I 3 migliori libri di Juan Carlos Onetti

Ignifugo Juan Carlos Onetti, Junto a Mario Benedetti y Eduardo Galeano, compongono un triumvirato letterario dal loro comune Uruguay all'Olimpo delle lettere in spagnolo. Perché tra i tre coprono tutto, qualsiasi genere in prosa, in versi o sul palco.

Sebbene ognuna offra quella particolare impronta e inquietudine narrativa (al di là delle etichette di turno che si nutrono delle più superficiali coincidenze di spazio o di tempo per cercare di unificare o standardizzare), è anche vero che le vicende condivise di un Novecento qua e là sottoposto agli alti e bassi politici ed economici di ogni tipo in un mondo che puntava alla globalizzazione e alla replica generalizzata di tutte le crisi, è servito a volte per una naturale armonia tematica.

Il miracolo uruguaiano che ha reso il paese di questi tre geni il più prospero fino alla metà del XX secolo, iniziò a soffrire con la crisi del 29 e finì per crollare con le due successive guerre mondiali.
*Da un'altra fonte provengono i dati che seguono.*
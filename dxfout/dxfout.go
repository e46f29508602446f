package dxfout

import (
	"fmt"
	"strings"

	"github.com/yofu/dxf/block"
	"github.com/yofu/dxf/class"
	"github.com/yofu/dxf/color"
	"github.com/yofu/dxf/entity"
	"github.com/yofu/dxf/format"
	"github.com/yofu/dxf/object"
	"github.com/yofu/dxf/table"
	"gonum.org/v1/gonum/spatial/r2"

	"gaugeline/detail/sheet"
	"gaugeline/fileset"
	"gaugeline/rules/units"
)

// File is one file drawn: its name and bytes (a file of a set, see
// package fileset).
type File = fileset.File

// Files draws the cut sheet MARK.dxf and, unless the sheet is not for
// fabrication, the CAM file MARK-PART.cam.dxf of each part, in that order,
// each starting with the sheet's stamp (see Comment): FilesAs with CAM2000.
func Files(s *sheet.Sheet) ([]File, error) { return FilesAs(s, CAM2000) }

// CAMFormat is which DXF versions of each CAM file are written.
type CAMFormat int

const (
	// CAM2000 is the AutoCAD 2000 (AC1015) file MARK-PART.cam.dxf alone.
	CAM2000 CAMFormat = iota
	// CAMWithR12 adds, after each, its R12 (AC1009) variant
	// MARK-PART.cam.r12.dxf, which also carries the part's label on layer
	// mark (see CAMR12).
	CAMWithR12
)

// ParseCAMFormat reads a --dxf value: "2000" (the default) or "r12".
func ParseCAMFormat(v string) (CAMFormat, error) {
	switch strings.ToLower(v) {
	case "", "2000":
		return CAM2000, nil
	case "r12":
		return CAMWithR12, nil
	}
	return 0, fmt.Errorf("--dxf %q: the CAM files are written as 2000 (AutoCAD 2000, the default) or r12 (AutoCAD 2000 and R12 beside it)", v)
}

// FilesAs draws the cut sheet MARK.dxf and, unless the sheet is not for
// fabrication, each part's CAM files in format f, in that order, each
// starting with the sheet's stamp. Drawing cannot fail today; the error is
// there for a writer that can.
func FilesAs(s *sheet.Sheet, f CAMFormat) ([]File, error) {
	out := []File{{Name: s.Mark + ".dxf", Data: drawSheet(s, s.Stamp)}}
	if s.NotForFabrication {
		return out, nil
	}
	for i := range s.Views {
		p := &s.Views[i].Part
		name := s.Mark + "-" + p.Name
		out = append(out, File{Name: name + ".cam.dxf", Data: drawCAM(p, s.Units, s.Stamp)})
		if f == CAMWithR12 {
			out = append(out, File{Name: name + R12Ext, Data: drawR12(p, s.Units, s.TextHeight, s.Stamp)})
		}
	}
	return out, nil
}

// Sheet draws the cut sheet, without a stamp. The error is always nil.
func Sheet(s *sheet.Sheet) ([]byte, error) { return drawSheet(s, ""), nil }

// CAM draws one part alone in its own frame: the closed contour and the
// holes, nothing else; without a stamp. The error is always nil.
func CAM(part *sheet.Part, sys units.System) ([]byte, error) { return drawCAM(part, sys, ""), nil }

func drawSheet(s *sheet.Sheet, stamp string) []byte {
	p := newPen(256)
	lo, hi := s.Paint(p)
	return p.write(s.Units, s.TextHeight, lo, hi, stamp)
}

func drawCAM(part *sheet.Part, sys units.System, stamp string) []byte {
	p := newPen(1 + len(part.Holes))
	lo, hi := part.Paint(p)
	return p.write(sys, 1, lo, hi, stamp)
}

// CommentPrefix starts the DXF comment (group 999) that carries a run
// stamp at the top of every file of a file set.
const CommentPrefix = fileset.StampPrefix

// Comment puts the stamp in a DXF comment (group code 999, which readers
// skip) before the first section of data; an empty stamp leaves data as
// it is. A stamp is one line: line breaks in it are replaced by blanks.
// Files writes the same comment as it draws.
func Comment(data []byte, stamp string) []byte {
	if stamp == "" {
		return data
	}
	c := appendString(nil, 999, CommentPrefix+oneLine(stamp))
	return append(c, data...)
}

func oneLine(s string) string { return lineBreaks.Replace(s) }

// lineBreaks turns line breaks into blanks. A Replacer never changes
// once built and is safe for concurrent use; one built per file cost
// about 0.5 kB of garbage a file (BenchmarkBatch's memory profile).
var lineBreaks = strings.NewReplacer("\r", " ", "\n", " ")

// layerColor is the ACI colour of a layer: parts in the foreground
// colour, holes red, dimensions cyan, reference lines grey.
func layerColor(l sheet.Layer) color.ColorNumber {
	switch l {
	case sheet.LayerHoles:
		return color.Red
	case sheet.LayerDimensions:
		return color.Cyan
	case sheet.LayerReference:
		return color.Grey128
	case sheet.LayerMark:
		return color.Green
	}
	return color.White
}

// anchor maps our alignments onto the library's; all of them write the
// alignment point.
func anchor(a sheet.Align) int {
	switch a {
	case sheet.AlignCenterBottom:
		return entity.CENTER_BOTTOM
	case sheet.AlignCenterMiddle:
		return entity.CENTER_CENTER
	case sheet.AlignCenterTop:
		return entity.CENTER_TOP
	case sheet.AlignRightBottom:
		return entity.RIGHT_BOTTOM
	case sheet.AlignRightMiddle:
		return entity.RIGHT_CENTER
	case sheet.AlignRightTop:
		return entity.RIGHT_TOP
	}
	return entity.LEFT_BASE
}

// pen is one DXF file being drawn: a sheet.Painter that turns each item
// into the library's entity. It builds the file's skeleton itself rather
// than through drawing.New, which hands every drawing the library's
// package-level layer "0", line types and text style and writes handles,
// owners, plot styles and text heights into them: sharing nothing, pens
// draw in parallel.
type pen struct {
	continuous *table.LineType
	layer0     *table.Layer
	layers     []*table.Layer // by sheet.Layer; nil where not declared
	style      *table.Style
	tables     table.Tables
	blocks     block.Blocks
	entities   entity.Entities
	objects    object.Objects
}

// newPen lays out the skeleton drawing.New makes (sections, tables, the
// two blocks of model and paper space, the dictionaries), less what an
// independent audit (ezdxf) would repair in the library's: a second paper
// space block (*Paper_Space0) with no layout, and dictionaries without
// their owner (the root's is handle 0, the group dictionary's the root).
// It makes room for about n entities.
func newPen(n int) *pen {
	p := &pen{continuous: table.NewLineType("Continuous", "Solid Line"), style: table.NewStyle("Standard")}
	root := object.NewDictionary()
	plotStyles, normal := object.NewAcDbDictionaryWDFLT(root)
	root.AddItem("ACAD_PLOTSTYLENAME", plotStyles)
	groups := object.NewDictionary()
	root.AddItem("ACAD_GROUP", groups)
	p.objects = object.Objects{owned{root, nil}, plotStyles, normal, owned{groups, root}}

	p.layer0 = table.NewLayer("0", color.White, p.continuous)
	p.layer0.SetPlotStyle(normal)
	p.tables = table.Tables{
		table.NewTable("VPORT"), table.NewTable("LTYPE"), table.NewTable("LAYER"), table.NewTable("STYLE"),
		table.NewTable("VIEW"), table.NewTable("UCS"), table.NewTable("APPID"), table.NewTable("DIMSTYLE"),
		table.NewTable("BLOCK_RECORD"),
	}
	lt := p.tables[table.LTYPE]
	lt.Add(table.NewLineType("ByLayer", ""))
	lt.Add(table.NewLineType("ByBlock", ""))
	lt.Add(p.continuous)
	lt.Add(table.NewLineType("HIDDEN", "Hidden __ __ __ __ __ __ __ __ __ __ __ __ __ _", 0.25, -0.125))
	lt.Add(table.NewLineType("DASHDOT", "Dash dot __ . __ . __ . __ . __ . __ . __ . __", 0.5, -0.25, 0.0, -0.25))
	p.tables[table.LAYER].Add(p.layer0)
	p.tables[table.STYLE].Add(p.style)
	p.tables[table.APPID].Add(table.NewAppID("ACAD"))
	p.tables[table.BLOCK_RECORD].Add(table.NewBlockRecord("*Model_Space"))
	p.tables[table.BLOCK_RECORD].Add(table.NewBlockRecord("*Paper_Space"))
	p.blocks = block.Blocks{block.NewBlock("*Model_Space", ""), block.NewBlock("*Paper_Space", "")}
	for _, b := range p.blocks {
		b.SetLayer(p.layer0)
	}
	p.entities = make(entity.Entities, 0, n)
	return p
}

// Layers adds the layers to the layer table, after layer 0.
func (p *pen) Layers(ls []sheet.Layer) {
	for _, l := range ls {
		ly := table.NewLayer(l.String(), layerColor(l), p.continuous)
		ly.SetPlotStyle(p.layer0.PlotStyle)
		p.tables[table.LAYER].Add(ly)
		for int(l) >= len(p.layers) {
			p.layers = append(p.layers, nil)
		}
		p.layers[l] = ly
	}
}

func (p *pen) layer(l sheet.Layer) *table.Layer {
	if int(l) >= len(p.layers) || p.layers[l] == nil {
		panic("dxfout: layer " + l.String() + " not declared by the painter's Layers")
	}
	return p.layers[l]
}

func (p *pen) Line(a, b r2.Vec, l sheet.Layer) {
	e := entity.NewLine()
	e.Start[0], e.Start[1] = a.X, a.Y
	e.End[0], e.End[1] = b.X, b.Y
	e.SetLayer(p.layer(l))
	p.entities = append(p.entities, e)
}

func (p *pen) Circle(c r2.Vec, r float64, l sheet.Layer) {
	e := entity.NewCircle()
	e.Center[0], e.Center[1] = c.X, c.Y
	e.Radius = r
	e.SetLayer(p.layer(l))
	p.entities = append(p.entities, e)
}

// ClosedPolyline draws a closed LWPOLYLINE; bulges may be nil.
func (p *pen) ClosedPolyline(pts []r2.Vec, bulges []float64, l sheet.Layer) {
	e := entity.NewLwPolyline(len(pts))
	for i, q := range pts {
		e.Vertices[i][0], e.Vertices[i][1] = q.X, q.Y
	}
	copy(e.Bulges, bulges)
	e.Close()
	e.SetLayer(p.layer(l))
	p.entities = append(p.entities, e)
}

// Text draws a TEXT in the one text style.
func (p *pen) Text(t sheet.Text) {
	e := entity.NewText()
	e.Coord1[0], e.Coord1[1] = t.At.X, t.At.Y
	e.Height = t.Height
	e.Value = t.Value
	e.SetLayer(p.layer(t.Layer))
	e.Style = p.style
	e.WidthFactor, e.ObliqueAngle = p.style.WidthFactor, p.style.ObliqueAngle
	e.Rotation = t.Rotation
	e.Anchor(anchor(t.Align))
	p.entities = append(p.entities, e)
}

// section is what the library's drawing writes a section through.
type section interface {
	Format(format.Formatter)
	SetHandle(*int)
}

// write numbers the handles as the library's drawing does (every section
// after the header in order, then the header, which records the next free
// one) and writes the file: the stamp's comment, the sections, EOF.
// textHeight is recorded as the text style's last height used.
func (p *pen) write(sys units.System, textHeight float64, lo, hi r2.Vec, stamp string) []byte {
	p.style.LastHeightUsed = textHeight
	h := &header{insunits: 1, measurement: 0, extmin: lo, extmax: hi}
	if sys == units.SI {
		h.insunits, h.measurement = 4, 1
	}
	sections := [...]section{h, class.New(), p.tables, p.blocks, p.entities, p.objects}
	next := 1
	for _, s := range sections[1:] {
		s.SetHandle(&next)
	}
	h.SetHandle(&next)
	// About 4.5 kB of skeleton and at most 320 bytes an entity (a TEXT).
	f := newASCII(5120 + 320*len(p.entities))
	if stamp != "" {
		f.WriteString(999, CommentPrefix+oneLine(stamp))
	}
	for _, s := range sections {
		s.Format(f)
	}
	f.WriteString(0, "EOF")
	return f.buf
}

// header is the HEADER section: the library's lacks $MEASUREMENT, so we
// write our own.
type header struct {
	insunits, measurement int
	extmin, extmax        r2.Vec
	handseed              int
}

func (h *header) SetHandle(v *int) { h.handseed = *v }

func (h *header) Format(f format.Formatter) {
	f.WriteString(0, "SECTION")
	f.WriteString(2, "HEADER")
	f.WriteString(9, "$ACADVER")
	f.WriteString(1, "AC1015")
	f.WriteString(9, "$INSBASE")
	for i := range 3 {
		f.WriteFloat((i+1)*10, 0)
	}
	f.WriteString(9, "$INSUNITS")
	f.WriteInt(70, h.insunits)
	f.WriteString(9, "$MEASUREMENT")
	f.WriteInt(70, h.measurement)
	f.WriteString(9, "$LUNITS")
	f.WriteInt(70, 2) // decimal
	f.WriteString(9, "$EXTMIN")
	f.WriteFloat(10, h.extmin.X)
	f.WriteFloat(20, h.extmin.Y)
	f.WriteFloat(30, 0)
	f.WriteString(9, "$EXTMAX")
	f.WriteFloat(10, h.extmax.X)
	f.WriteFloat(20, h.extmax.Y)
	f.WriteFloat(30, 0)
	f.WriteString(9, "$LTSCALE")
	f.WriteFloat(40, 1)
	f.WriteString(9, "$HANDSEED")
	f.WriteHex(5, h.handseed)
	f.WriteString(0, "ENDSEC")
}

// owned writes a dictionary with its owner group (330) right after its
// handle (5), which the library's object.Dictionary leaves out; a nil
// owner is handle 0.
type owned struct {
	object.Object
	owner object.Object
}

func (o owned) Format(f format.Formatter) {
	h := 0
	if o.owner != nil {
		h = o.owner.Handle()
	}
	o.Object.Format(&ownerAfterHandle{Formatter: f, owner: h})
}

type ownerAfterHandle struct {
	format.Formatter
	owner int
	done  bool
}

func (o *ownerAfterHandle) WriteHex(code, h int) {
	o.Formatter.WriteHex(code, h)
	if code == 5 && !o.done {
		o.Formatter.WriteHex(330, o.owner)
		o.done = true
	}
}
La dittatura militare degli anni '70 ha trovato in questi tre autori tre grandi voci critiche, più volte censurate ed esiliate come unica opzione. Note vitali condivise che riflettono nei suoi libri le impressioni disparate delle sue grandi doti creative nei confronti della critica e dello sradicamento.

Ma Onetti indica una certa eccezionalità casistica. Perché era molto più prolifico anche prima del colpo di Stato di Boldaberry. È dal 1939 agli anni '70 il periodo in cui Onetti riuscì a scrivere le sue opere più intense, con quella brillantezza esistenziale tra affascinanti allegorie della sua città inventata, Santa María, dove i personaggi arrivano da altri spazi molto reali, in un gioco di specchi che pochi autori ripeterebbero con simile maestria.

I 3 migliori libri consigliati di Juan Carlos Onetti

Vita breve

Tutti i lettori di Onetti assumono la grandezza del capolavoro, di quel cielo sfiorato dal narratore. Sebbene non mi piaccia generalizzare, credo di non sbagliare nel puntare a quel livello non più raggiunto nei lavori precedenti o successivi.

Juan María Brausen e Stein affrontano il compito di chiudere la sceneggiatura di un film. La storia commissionata si svolgerà a Santa María. E lì Juan María sta localizzando i personaggi che devono prendere vita per tracciare finalmente il nodo della loro storia.

E a poco a poco Brausen incorpora la narrazione nella sua vita mentre proietta la sua vita nella narrazione. La bipolarità dello scrittore ha creato uno scenario complesso e completo.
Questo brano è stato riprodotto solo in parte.